■ Work to be completed
Give back all of the data, word for word.

■ Stored items
==================================================

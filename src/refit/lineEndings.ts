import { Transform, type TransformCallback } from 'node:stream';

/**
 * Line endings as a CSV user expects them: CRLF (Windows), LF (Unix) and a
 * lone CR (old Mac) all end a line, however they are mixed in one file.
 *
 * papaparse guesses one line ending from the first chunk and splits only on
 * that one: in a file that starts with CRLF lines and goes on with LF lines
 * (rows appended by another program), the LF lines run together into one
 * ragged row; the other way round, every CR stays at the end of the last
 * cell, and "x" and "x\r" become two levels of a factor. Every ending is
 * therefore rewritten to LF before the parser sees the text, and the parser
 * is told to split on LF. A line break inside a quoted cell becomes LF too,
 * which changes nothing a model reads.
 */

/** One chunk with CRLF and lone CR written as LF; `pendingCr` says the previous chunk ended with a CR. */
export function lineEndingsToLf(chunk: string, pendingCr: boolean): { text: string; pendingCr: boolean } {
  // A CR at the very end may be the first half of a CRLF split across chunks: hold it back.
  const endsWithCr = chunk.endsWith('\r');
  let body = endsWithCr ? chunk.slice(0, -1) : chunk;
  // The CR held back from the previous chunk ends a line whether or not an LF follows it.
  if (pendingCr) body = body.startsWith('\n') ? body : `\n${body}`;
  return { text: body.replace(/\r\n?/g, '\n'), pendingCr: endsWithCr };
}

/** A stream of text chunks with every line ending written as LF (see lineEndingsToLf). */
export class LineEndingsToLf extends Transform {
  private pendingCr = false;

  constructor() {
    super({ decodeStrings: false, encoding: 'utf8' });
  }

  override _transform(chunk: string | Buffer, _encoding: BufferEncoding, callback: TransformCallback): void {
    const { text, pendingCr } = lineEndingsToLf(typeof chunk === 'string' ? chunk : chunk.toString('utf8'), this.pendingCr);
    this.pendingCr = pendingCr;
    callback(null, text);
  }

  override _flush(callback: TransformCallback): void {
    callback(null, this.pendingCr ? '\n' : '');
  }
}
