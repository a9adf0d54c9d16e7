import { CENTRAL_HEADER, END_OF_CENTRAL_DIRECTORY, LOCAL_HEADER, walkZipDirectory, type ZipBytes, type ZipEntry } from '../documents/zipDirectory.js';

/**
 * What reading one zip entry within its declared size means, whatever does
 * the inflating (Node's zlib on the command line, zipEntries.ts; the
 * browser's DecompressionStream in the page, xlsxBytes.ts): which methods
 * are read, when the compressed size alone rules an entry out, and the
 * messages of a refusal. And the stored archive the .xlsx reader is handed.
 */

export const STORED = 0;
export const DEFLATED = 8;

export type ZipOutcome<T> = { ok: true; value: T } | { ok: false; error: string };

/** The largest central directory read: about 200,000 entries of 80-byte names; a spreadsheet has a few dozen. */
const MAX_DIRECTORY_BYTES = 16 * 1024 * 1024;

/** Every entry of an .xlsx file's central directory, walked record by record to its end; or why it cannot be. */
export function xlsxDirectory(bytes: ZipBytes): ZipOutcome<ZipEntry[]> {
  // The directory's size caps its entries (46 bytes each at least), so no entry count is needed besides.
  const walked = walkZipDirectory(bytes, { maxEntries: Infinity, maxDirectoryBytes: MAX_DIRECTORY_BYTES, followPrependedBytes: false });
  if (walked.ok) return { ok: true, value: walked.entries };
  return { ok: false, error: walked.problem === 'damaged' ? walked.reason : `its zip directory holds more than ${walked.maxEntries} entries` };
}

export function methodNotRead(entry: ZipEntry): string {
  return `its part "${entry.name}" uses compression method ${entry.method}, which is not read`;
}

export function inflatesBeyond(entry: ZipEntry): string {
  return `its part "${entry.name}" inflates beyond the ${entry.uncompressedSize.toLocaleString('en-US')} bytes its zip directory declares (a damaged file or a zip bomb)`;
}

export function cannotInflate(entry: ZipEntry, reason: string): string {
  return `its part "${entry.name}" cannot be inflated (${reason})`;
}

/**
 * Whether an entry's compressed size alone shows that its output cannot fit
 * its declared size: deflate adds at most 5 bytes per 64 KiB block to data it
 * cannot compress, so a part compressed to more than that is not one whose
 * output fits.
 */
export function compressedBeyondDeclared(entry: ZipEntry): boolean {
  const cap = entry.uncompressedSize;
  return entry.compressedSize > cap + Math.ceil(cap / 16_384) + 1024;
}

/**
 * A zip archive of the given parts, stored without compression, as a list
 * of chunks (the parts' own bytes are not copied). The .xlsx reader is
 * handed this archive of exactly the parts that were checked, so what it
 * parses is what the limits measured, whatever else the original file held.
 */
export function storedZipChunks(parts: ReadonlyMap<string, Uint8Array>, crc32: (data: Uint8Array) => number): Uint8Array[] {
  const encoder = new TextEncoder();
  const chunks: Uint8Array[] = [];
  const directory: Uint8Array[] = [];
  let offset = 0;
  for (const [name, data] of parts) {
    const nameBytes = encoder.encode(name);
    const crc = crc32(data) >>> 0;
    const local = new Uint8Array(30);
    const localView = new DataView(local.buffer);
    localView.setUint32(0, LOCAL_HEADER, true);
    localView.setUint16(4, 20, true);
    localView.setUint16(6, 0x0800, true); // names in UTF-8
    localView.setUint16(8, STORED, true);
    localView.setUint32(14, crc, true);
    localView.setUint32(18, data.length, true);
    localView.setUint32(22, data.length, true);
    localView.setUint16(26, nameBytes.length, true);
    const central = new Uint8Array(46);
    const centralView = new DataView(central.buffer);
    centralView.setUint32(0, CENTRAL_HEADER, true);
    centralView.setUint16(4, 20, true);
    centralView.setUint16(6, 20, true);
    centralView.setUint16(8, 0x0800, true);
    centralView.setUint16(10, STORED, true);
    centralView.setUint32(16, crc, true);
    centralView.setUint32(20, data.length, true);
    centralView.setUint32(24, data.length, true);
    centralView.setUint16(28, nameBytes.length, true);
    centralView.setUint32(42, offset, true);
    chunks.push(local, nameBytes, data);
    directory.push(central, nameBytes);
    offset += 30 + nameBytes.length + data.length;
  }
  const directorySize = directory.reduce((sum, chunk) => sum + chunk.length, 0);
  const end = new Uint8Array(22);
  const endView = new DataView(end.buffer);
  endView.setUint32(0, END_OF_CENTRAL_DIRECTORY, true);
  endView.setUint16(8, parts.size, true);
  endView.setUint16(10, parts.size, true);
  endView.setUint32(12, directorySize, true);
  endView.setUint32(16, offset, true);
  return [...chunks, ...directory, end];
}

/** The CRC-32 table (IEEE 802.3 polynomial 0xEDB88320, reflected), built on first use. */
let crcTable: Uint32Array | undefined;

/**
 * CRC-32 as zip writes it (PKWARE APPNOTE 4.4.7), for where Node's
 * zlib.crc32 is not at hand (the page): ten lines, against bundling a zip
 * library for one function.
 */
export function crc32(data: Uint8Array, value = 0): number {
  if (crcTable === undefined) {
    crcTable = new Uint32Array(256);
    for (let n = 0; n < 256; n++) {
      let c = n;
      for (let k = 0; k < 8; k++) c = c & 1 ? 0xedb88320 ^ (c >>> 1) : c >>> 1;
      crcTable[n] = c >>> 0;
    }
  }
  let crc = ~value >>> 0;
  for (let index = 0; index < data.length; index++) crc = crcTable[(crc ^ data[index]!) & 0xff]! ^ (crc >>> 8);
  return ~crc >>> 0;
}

==================================================

■ Result
filename src/refit/lineEndings.ts
import { Transform, type TransformCallback } from 'node:stream';

/**
 * Line endings as a CSV user expects them: CRLF (Windows), LF (Unix) and a
 * lone CR (old Mac) all end a line, however they are mixed in one file.
 *
 * papaparse guesses one line ending from the first chunk and splits only on
 * that one: in a file that starts with CRLF lines and goes on with LF lines
 * (rows appended by another program), the LF lines run together into one
 * ragged row; the other way round, every CR stays at the end of the last
 * cell, and "x" and "x\r" become two levels of a factor. Every ending is
 * therefore rewritten to LF before the parser sees the text, and the parser
 * is told to split on LF. A line break inside a quoted cell becomes LF too,
 * which changes nothing a model reads.
 */

/** One chunk with CRLF and lone CR written as LF; `pendingCr` says the previous chunk ended with a CR. */
export function lineEndingsToLf(chunk: string, pendingCr: boolean): { text: string; pendingCr: boolean } {
  // A CR at the very end may be the first half of a CRLF split across chunks: hold it back.
  const endsWithCr = chunk.endsWith('\r');
  let body = endsWithCr ? chunk.slice(0, -1) : chunk;
  // The CR held back from the previous chunk ends a line whether or not an LF follows it.
  if (pendingCr) body = body.startsWith('\n') ? body : `\n${body}`;
  return { text: body.replace(/\r\n?/g, '\n'), pendingCr: endsWithCr };
}

/** A stream of text chunks with every line ending written as LF (see lineEndingsToLf). */
export class LineEndingsToLf extends Transform {
  private pendingCr = false;

  constructor() {
    super({ decodeStrings: false, encoding: 'utf8' });
  }

  override _transform(chunk: string | Buffer, _encoding: BufferEncoding, callback: TransformCallback): void {
    const { text, pendingCr } = lineEndingsToLf(typeof chunk === 'string' ? chunk : chunk.toString('utf8'), this.pendingCr);
    this.pendingCr = pendingCr;
    callback(null, text);
  }

  override _flush(callback: TransformCallback): void {
    callback(null, this.pendingCr ? '\n' : '');
  }
}
repository a9adf0d54c9d16e7
import { CENTRAL_HEADER, END_OF_CENTRAL_DIRECTORY, LOCAL_HEADER, walkZipDirectory, type ZipBytes, type ZipEntry } from '../documents/zipDirectory.js';

/**
 * What reading one zip entry within its declared size means, whatever does
 * the inflating (Node's zlib on the command line, zipEntries.ts; the
 * browser's DecompressionStream in the page, xlsxBytes.ts): which methods
 * are read, when the compressed size alone rules an entry out, and the
 * messages of a refusal. And the stored archive the .xlsx reader is handed.
 */

export const STORED = 0;
export const DEFLATED = 8;

export type ZipOutcome<T> = { ok: true; value: T } | { ok: false; error: string };

/** The largest central directory read: about 200,000 entries of 80-byte names; a spreadsheet has a few dozen. */
const MAX_DIRECTORY_BYTES = 16 * 1024 * 1024;

/** Every entry of an .xlsx file's central directory, walked record by record to its end; or why it cannot be. */
export function xlsxDirectory(bytes: ZipBytes): ZipOutcome<ZipEntry[]> {
  // The directory's size caps its entries (46 bytes each at least), so no entry count is needed besides.
  const walked = walkZipDirectory(bytes, { maxEntries: Infinity, maxDirectoryBytes: MAX_DIRECTORY_BYTES, followPrependedBytes: false });
  if (walked.ok) return { ok: true, value: walked.entries };
  return { ok: false, error: walked.problem === 'damaged' ? walked.reason : `its zip directory holds more than ${walked.maxEntries} entries` };
}

export function methodNotRead(entry: ZipEntry): string {
  return `its part "${entry.name}" uses compression method ${entry.method}, which is not read`;
}

export function inflatesBeyond(entry: ZipEntry): string {
  return `its part "${entry.name}" inflates beyond the ${entry.uncompressedSize.toLocaleString('en-US')} bytes its zip directory declares (a damaged file or a zip bomb)`;
}

export function cannotInflate(entry: ZipEntry, reason: string): string {
  return `its part "${entry.name}" cannot be inflated (${reason})`;
}

/**
 * Whether an entry's compressed size alone shows that its output cannot fit
 * its declared size: deflate adds at most 5 bytes per 64 KiB block to data it
 * cannot compress, so a part compressed to more than that is not one whose
 * output fits.
 */
export function compressedBeyondDeclared(entry: ZipEntry): boolean {
  const cap = entry.uncompressedSize;
  return entry.compressedSize > cap + Math.ceil(cap / 16_384) + 1024;
}

/**
 * A zip archive of the given parts, stored without compression, as a list
 * of chunks (the parts' own bytes are not copied). The .xlsx reader is
 * handed this archive of exactly the parts that were checked, so what it
 * parses is what the limits measured, whatever else the original file held.
 */
export function storedZipChunks(parts: ReadonlyMap<string, Uint8Array>, crc32: (data: Uint8Array) => number): Uint8Array[] {
  const encoder = new TextEncoder();
  const chunks: Uint8Array[] = [];
  const directory: Uint8Array[] = [];
  let offset = 0;
  for (const [name, data] of parts) {
    const nameBytes = encoder.encode(name);
    const crc = crc32(data) >>> 0;
    const local = new Uint8Array(30);
    const localView = new DataView(local.buffer);
    localView.setUint32(0, LOCAL_HEADER, true);
    localView.setUint16(4, 20, true);
    localView.setUint16(6, 0x0800, true); // names in UTF-8
    localView.setUint16(8, STORED, true);
    localView.setUint32(14, crc, true);
    localView.setUint32(18, data.length, true);
    localView.setUint32(22, data.length, true);
    localView.setUint16(26, nameBytes.length, true);
    const central = new Uint8Array(46);
    const centralView = new DataView(central.buffer);
    centralView.setUint32(0, CENTRAL_HEADER, true);
    centralView.setUint16(4, 20, true);
    centralView.setUint16(6, 20, true);
    centralView.setUint16(8, 0x0800, true);
    centralView.setUint16(10, STORED, true);
    centralView.setUint32(16, crc, true);
    centralView.setUint32(20, data.length, true);
    centralView.setUint32(24, data.length, true);
    centralView.setUint16(28, nameBytes.length, true);
    centralView.setUint32(42, offset, true);
    chunks.push(local, nameBytes, data);
    directory.push(central, nameBytes);
    offset += 30 + nameBytes.length + data.length;
  }
  const directorySize = directory.reduce((sum, chunk) => sum + chunk.length, 0);
  const end = new Uint8Array(22);
  const endView = new DataView(end.buffer);
  endView.setUint32(0, END_OF_CENTRAL_DIRECTORY, true);
  endView.setUint16(8, parts.size, true);
  endView.setUint16(10, parts.size, true);
  endView.setUint32(12, directorySize, true);
  endView.setUint32(16, offset, true);
  return [...chunks, ...directory, end];
}

/** The CRC-32 table (IEEE 802.3 polynomial 0xEDB88320, reflected), built on first use. */
let crcTable: Uint32Array | undefined;

/**
 * CRC-32 as zip writes it (PKWARE APPNOTE 4.4.7), for where Node's
 * zlib.crc32 is not at hand (the page): ten lines, against bundling a zip
 * library for one function.
 */
export function crc32(data: Uint8Array, value = 0): number {
  if (crcTable === undefined) {
    crcTable = new Uint32Array(256);
    for (let n = 0; n < 256; n++) {
      let c = n;
      for (let k = 0; k < 8; k++) c = c & 1 ? 0xedb88320 ^ (c >>> 1) : c >>> 1;
      crcTable[n] = c >>> 0;
    }
  }
  let crc = ~value >>> 0;
  for (let index = 0; index < data.length; index++) crc = crcTable[(crc ^ data[index]!) & 0xff]! ^ (crc >>> 8);
  return ~crc >>> 0;
}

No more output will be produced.